Task to complete. Produce a verbatim copy of the entries listed below.

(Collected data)
-- -- --

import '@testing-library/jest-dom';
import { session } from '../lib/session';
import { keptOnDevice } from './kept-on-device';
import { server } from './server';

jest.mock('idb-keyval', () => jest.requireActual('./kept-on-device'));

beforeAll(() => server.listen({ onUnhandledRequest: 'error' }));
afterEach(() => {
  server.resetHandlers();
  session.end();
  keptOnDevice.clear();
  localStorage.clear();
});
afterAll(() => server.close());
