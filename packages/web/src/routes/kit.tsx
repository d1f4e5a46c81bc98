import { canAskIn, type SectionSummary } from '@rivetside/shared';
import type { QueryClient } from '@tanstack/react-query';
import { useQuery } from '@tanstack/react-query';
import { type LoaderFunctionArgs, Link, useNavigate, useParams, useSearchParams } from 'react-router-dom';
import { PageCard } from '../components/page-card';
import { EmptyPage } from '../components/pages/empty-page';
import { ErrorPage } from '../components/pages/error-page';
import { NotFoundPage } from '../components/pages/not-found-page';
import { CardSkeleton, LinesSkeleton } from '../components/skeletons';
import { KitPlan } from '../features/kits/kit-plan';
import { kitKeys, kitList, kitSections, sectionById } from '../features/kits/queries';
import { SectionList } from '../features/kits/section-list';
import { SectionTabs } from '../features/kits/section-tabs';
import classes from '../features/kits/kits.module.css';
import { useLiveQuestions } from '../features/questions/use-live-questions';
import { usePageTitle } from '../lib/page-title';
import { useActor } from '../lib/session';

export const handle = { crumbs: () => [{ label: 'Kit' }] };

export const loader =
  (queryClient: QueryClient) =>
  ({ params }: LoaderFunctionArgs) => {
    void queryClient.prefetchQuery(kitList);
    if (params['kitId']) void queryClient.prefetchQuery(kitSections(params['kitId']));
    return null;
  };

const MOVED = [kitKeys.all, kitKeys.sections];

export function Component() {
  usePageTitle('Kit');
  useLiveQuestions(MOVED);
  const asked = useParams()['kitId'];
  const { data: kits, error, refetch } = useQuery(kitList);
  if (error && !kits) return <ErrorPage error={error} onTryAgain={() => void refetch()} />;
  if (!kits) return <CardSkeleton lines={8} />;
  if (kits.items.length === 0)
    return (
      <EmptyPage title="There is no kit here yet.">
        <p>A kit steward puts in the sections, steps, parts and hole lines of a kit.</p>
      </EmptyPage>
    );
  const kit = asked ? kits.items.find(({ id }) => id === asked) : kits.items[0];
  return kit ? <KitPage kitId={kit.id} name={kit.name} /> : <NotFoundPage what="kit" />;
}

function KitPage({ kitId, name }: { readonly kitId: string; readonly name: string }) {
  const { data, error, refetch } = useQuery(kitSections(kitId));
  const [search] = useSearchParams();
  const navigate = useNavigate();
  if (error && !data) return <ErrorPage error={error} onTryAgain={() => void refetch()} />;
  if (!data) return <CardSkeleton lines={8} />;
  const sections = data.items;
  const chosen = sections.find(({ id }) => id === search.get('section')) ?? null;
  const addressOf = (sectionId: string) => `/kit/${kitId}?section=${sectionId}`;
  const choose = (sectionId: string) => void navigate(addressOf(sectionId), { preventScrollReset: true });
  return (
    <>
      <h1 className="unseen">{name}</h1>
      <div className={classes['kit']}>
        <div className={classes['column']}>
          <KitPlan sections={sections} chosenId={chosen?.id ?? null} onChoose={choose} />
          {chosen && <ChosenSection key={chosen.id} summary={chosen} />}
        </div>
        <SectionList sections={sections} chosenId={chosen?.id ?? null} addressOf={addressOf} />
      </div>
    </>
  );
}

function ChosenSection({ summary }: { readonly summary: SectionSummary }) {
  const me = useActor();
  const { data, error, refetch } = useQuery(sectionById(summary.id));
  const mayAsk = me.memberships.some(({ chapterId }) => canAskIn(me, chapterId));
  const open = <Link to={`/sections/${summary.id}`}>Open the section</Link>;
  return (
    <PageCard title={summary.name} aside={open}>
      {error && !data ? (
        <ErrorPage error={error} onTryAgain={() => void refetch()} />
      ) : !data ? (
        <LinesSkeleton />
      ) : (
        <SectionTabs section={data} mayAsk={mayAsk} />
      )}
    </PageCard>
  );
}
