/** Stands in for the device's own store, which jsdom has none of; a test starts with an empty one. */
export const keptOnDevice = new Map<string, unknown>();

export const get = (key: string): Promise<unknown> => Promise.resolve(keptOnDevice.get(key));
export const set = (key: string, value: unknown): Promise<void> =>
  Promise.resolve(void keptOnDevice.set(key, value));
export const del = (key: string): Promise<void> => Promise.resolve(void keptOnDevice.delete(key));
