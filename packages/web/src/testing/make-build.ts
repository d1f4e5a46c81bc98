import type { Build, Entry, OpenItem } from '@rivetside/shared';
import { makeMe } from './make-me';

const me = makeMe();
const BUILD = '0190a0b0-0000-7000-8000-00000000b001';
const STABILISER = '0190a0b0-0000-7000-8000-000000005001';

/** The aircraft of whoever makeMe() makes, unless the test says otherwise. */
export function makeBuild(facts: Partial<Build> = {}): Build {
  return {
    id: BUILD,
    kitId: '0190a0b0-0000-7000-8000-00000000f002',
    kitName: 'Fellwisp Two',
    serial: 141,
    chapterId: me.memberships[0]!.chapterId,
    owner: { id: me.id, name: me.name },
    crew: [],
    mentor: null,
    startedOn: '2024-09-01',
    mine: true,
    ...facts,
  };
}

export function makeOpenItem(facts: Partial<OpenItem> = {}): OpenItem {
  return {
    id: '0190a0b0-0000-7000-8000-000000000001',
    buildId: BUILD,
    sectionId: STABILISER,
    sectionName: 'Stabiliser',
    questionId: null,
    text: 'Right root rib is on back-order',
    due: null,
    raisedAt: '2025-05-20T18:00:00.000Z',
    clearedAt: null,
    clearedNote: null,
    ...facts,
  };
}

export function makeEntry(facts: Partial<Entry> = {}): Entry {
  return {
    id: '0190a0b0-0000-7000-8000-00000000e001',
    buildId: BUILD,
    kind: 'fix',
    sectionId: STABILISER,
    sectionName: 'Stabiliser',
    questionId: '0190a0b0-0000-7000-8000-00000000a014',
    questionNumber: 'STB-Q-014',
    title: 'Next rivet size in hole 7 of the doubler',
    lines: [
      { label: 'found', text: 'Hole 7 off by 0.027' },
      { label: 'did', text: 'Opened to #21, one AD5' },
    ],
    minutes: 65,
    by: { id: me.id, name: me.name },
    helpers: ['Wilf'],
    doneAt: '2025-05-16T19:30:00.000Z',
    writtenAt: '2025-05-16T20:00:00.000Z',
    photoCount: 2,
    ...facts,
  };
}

-- -- --

Solution to this problem.
import '@testing-library/jest-dom';
import { session } from '../lib/session';
import { keptOnDevice } from './kept-on-device';
import { server } from './server';

jest.mock('idb-keyval', () => jest.requireActual('./kept-on-device'));

beforeAll(() => server.listen({ onUnhandledRequest: 'error' }));
afterEach(() => {
  server.resetHandlers();
  session.end();
  keptOnDevice.clear();
  localStorage.clear();
});
afterAll(() => server.close());
filename packages/web/src/routes/kit.tsx
repository d1f4e5a46c81bc98
import { canAskIn, type SectionSummary } from '@rivetside/shared';
import type { QueryClient } from '@tanstack/react-query';
import { useQuery } from '@tanstack/react-query';
import { type LoaderFunctionArgs, Link, useNavigate, useParams, useSearchParams } from 'react-router-dom';
import { PageCard } from '../components/page-card';
import { EmptyPage } from '../components/pages/empty-page';
import { ErrorPage } from '../components/pages/error-page';
import { NotFoundPage } from '../components/pages/not-found-page';
import { CardSkeleton, LinesSkeleton } from '../components/skeletons';
import { KitPlan } from '../features/kits/kit-plan';
import { kitKeys, kitList, kitSections, sectionById } from '../features/kits/queries';
import { SectionList } from '../features/kits/section-list';
import { SectionTabs } from '../features/kits/section-tabs';
import classes from '../features/kits/kits.module.css';
import { useLiveQuestions } from '../features/questions/use-live-questions';
import { usePageTitle } from '../lib/page-title';
import { useActor } from '../lib/session';

export const handle = { crumbs: () => [{ label: 'Kit' }] };

export const loader =
  (queryClient: QueryClient) =>
  ({ params }: LoaderFunctionArgs) => {
    void queryClient.prefetchQuery(kitList);
    if (params['kitId']) void queryClient.prefetchQuery(kitSections(params['kitId']));
    return null;
  };

const MOVED = [kitKeys.all, kitKeys.sections];

export function Component() {
  usePageTitle('Kit');
  useLiveQuestions(MOVED);
  const asked = useParams()['kitId'];
  const { data: kits, error, refetch } = useQuery(kitList);
  if (error && !kits) return <ErrorPage error={error} onTryAgain={() => void refetch()} />;
  if (!kits) return <CardSkeleton lines={8} />;
  if (kits.items.length === 0)
    return (
      <EmptyPage title="There is no kit here yet.">
        <p>A kit steward puts in the sections, steps, parts and hole lines of a kit.</p>
      </EmptyPage>
    );
  const kit = asked ? kits.items.find(({ id }) => id === asked) : kits.items[0];
  return kit ? <KitPage kitId={kit.id} name={kit.name} /> : <NotFoundPage what="kit" />;
}

function KitPage({ kitId, name }: { readonly kitId: string; readonly name: string }) {
  const { data, error, refetch } = useQuery(kitSections(kitId));
  const [search] = useSearchParams();
  const navigate = useNavigate();
  if (error && !data) return <ErrorPage error={error} onTryAgain={() => void refetch()} />;
  if (!data) return <CardSkeleton lines={8} />;
  const sections = data.items;
  const chosen = sections.find(({ id }) => id === search.get('section')) ?? null;
  const addressOf = (sectionId: string) => `/kit/${kitId}?section=${sectionId}`;
  const choose = (sectionId: string) => void navigate(addressOf(sectionId), { preventScrollReset: true });
  return (
    <>
      <h1 className="unseen">{name}</h1>
      <div className={classes['kit']}>
        <div className={classes['column']}>
          <KitPlan sections={sections} chosenId={chosen?.id ?? null} onChoose={choose} />
          {chosen && <ChosenSection key={chosen.id} summary={chosen} />}
        </div>
        <SectionList sections={sections} chosenId={chosen?.id ?? null} addressOf={addressOf} />
      </div>
    </>
  );
}

function ChosenSection({ summary }: { readonly summary: SectionSummary }) {
  const me = useActor();
  const { data, error, refetch } = useQuery(sectionById(summary.id));
  const mayAsk = me.memberships.some(({ chapterId }) => canAskIn(me, chapterId));
  const open = <Link to={`/sections/${summary.id}`}>Open the section</Link>;
  return (
    <PageCard title={summary.name} aside={open}>
      {error && !data ? (
        <ErrorPage error={error} onTryAgain={() => void refetch()} />
      ) : !data ? (
        <LinesSkeleton />
      ) : (
        <SectionTabs section={data} mayAsk={mayAsk} />
      )}
    </PageCard>
  );
}
/** Stands in for the device's own store, which jsdom has none of; a test starts with an empty one. */
export const keptOnDevice = new Map<string, unknown>();

export const get = (key: string): Promise<unknown> => Promise.resolve(keptOnDevice.get(key));
export const set = (key: string, value: unknown): Promise<void> =>
  Promise.resolve(void keptOnDevice.set(key, value));
export const del = (key: string): Promise<void> => Promise.resolve(void keptOnDevice.delete(key));
filename packages/web/src/testing/make-build.ts
repository d1f4e5a46c81bc98
import type { Build, Entry, OpenItem } from '@rivetside/shared';
import { makeMe } from './make-me';

const me = makeMe();
const BUILD = '0190a0b0-0000-7000-8000-00000000b001';
const STABILISER = '0190a0b0-0000-7000-8000-000000005001';

/** The aircraft of whoever makeMe() makes, unless the test says otherwise. */
export function makeBuild(facts: Partial<Build> = {}): Build {
  return {
    id: BUILD,
    kitId: '0190a0b0-0000-7000-8000-00000000f002',
    kitName: 'Fellwisp Two',
    serial: 141,
    chapterId: me.memberships[0]!.chapterId,
    owner: { id: me.id, name: me.name },
    crew: [],
    mentor: null,
    startedOn: '2024-09-01',
    mine: true,
    ...facts,
  };
}

export function makeOpenItem(facts: Partial<OpenItem> = {}): OpenItem {
  return {
    id: '0190a0b0-0000-7000-8000-000000000001',
    buildId: BUILD,
    sectionId: STABILISER,
    sectionName: 'Stabiliser',
    questionId: null,
    text: 'Right root rib is on back-order',
    due: null,
    raisedAt: '2025-05-20T18:00:00.000Z',
    clearedAt: null,
    clearedNote: null,
    ...facts,
  };
}

export function makeEntry(facts: Partial<Entry> = {}): Entry {
  return {
    id: '0190a0b0-0000-7000-8000-00000000e001',
    buildId: BUILD,
    kind: 'fix',
    sectionId: STABILISER,
    sectionName: 'Stabiliser',
    questionId: '0190a0b0-0000-7000-8000-00000000a014',
    questionNumber: 'STB-Q-014',
    title: 'Next rivet size in hole 7 of the doubler',
    lines: [
      { label: 'found', text: 'Hole 7 off by 0.027' },
      { label: 'did', text: 'Opened to #21, one AD5' },
    ],
    minutes: 65,
    by: { id: me.id, name: me.name },
    helpers: ['Wilf'],
    doneAt: '2025-05-16T19:30:00.000Z',
    writtenAt: '2025-05-16T20:00:00.000Z',
    photoCount: 2,
    ...facts,
  };
}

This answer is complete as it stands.